* _Your task_
Once the line with "filename server/uploads/routes.ts" is found in the entries below, print it and each following line exactly, stopping after the line with "uploads.maxUploadBytes, files: 1"; print nothing else.

Given data section start

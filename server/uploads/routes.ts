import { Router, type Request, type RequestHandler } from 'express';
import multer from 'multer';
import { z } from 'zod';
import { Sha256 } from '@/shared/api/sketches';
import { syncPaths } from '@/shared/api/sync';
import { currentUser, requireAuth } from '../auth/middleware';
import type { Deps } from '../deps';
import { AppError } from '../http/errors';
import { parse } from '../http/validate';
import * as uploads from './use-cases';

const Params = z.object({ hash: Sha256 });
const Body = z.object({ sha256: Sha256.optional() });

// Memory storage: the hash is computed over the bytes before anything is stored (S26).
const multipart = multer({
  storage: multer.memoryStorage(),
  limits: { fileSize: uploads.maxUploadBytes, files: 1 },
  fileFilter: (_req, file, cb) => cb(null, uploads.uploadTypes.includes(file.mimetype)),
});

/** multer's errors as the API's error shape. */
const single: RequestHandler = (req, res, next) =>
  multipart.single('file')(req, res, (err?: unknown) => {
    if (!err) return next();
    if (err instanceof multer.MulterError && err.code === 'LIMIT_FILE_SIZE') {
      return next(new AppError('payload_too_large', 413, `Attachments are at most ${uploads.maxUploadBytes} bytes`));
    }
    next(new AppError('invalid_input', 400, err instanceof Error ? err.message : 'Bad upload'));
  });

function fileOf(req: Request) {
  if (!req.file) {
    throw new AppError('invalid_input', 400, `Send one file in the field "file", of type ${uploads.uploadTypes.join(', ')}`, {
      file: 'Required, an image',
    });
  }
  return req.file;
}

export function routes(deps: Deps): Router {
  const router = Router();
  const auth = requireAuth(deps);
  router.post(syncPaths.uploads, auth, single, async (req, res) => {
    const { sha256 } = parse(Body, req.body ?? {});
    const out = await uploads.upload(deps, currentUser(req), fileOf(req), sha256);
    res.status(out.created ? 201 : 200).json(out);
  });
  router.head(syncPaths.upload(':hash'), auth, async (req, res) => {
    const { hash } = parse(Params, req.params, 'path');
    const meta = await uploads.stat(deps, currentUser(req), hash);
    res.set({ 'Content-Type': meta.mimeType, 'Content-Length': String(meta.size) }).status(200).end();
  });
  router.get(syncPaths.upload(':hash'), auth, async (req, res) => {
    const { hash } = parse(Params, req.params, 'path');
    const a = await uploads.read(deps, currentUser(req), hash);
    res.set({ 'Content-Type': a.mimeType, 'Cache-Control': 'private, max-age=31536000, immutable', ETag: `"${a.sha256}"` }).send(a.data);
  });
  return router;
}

Given data section end
Given data section start

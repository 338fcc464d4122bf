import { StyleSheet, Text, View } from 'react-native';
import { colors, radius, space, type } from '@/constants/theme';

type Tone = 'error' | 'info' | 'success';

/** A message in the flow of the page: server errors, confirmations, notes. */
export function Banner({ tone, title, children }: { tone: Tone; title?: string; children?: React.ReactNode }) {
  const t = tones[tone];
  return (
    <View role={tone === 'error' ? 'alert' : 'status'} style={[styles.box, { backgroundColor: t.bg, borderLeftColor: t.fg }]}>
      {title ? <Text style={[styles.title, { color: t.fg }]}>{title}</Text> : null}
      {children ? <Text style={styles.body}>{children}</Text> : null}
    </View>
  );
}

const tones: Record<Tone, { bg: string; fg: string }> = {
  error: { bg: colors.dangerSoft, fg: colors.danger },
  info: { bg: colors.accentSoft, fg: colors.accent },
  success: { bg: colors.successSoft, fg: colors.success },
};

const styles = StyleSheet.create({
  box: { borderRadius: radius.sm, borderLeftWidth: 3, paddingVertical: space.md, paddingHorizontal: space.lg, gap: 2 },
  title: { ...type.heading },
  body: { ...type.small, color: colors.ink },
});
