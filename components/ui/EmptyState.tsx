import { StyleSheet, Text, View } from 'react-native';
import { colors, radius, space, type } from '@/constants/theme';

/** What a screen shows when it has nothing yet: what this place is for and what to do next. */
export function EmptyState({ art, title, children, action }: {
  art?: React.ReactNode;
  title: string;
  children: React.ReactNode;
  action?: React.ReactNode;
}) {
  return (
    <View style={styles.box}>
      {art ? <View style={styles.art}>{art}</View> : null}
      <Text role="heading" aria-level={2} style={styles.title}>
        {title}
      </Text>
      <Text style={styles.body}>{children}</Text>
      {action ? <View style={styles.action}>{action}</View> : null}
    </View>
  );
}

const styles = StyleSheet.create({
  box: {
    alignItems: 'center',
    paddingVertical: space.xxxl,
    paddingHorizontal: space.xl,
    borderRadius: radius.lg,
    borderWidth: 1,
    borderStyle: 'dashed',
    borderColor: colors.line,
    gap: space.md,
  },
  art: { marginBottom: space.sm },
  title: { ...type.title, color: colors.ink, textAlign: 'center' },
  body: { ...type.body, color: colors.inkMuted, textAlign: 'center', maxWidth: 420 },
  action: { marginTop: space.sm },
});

Given data section end

* _Response area_
filename server/uploads/routes.ts
import { Router, type Request, type RequestHandler } from 'express';
import multer from 'multer';
import { z } from 'zod';
import { Sha256 } from '@/shared/api/sketches';
import { syncPaths } from '@/shared/api/sync';
import { currentUser, requireAuth } from '../auth/middleware';
import type { Deps } from '../deps';
import { AppError } from '../http/errors';
import { parse } from '../http/validate';
import * as uploads from './use-cases';

const Params = z.object({ hash: Sha256 });
const Body = z.object({ sha256: Sha256.optional() });

// Memory storage: the hash is computed over the bytes before anything is stored (S26).
const multipart = multer({
  storage: multer.memoryStorage(),
  limits: { fileSize: uploads.maxUploadBytes, files: 1 },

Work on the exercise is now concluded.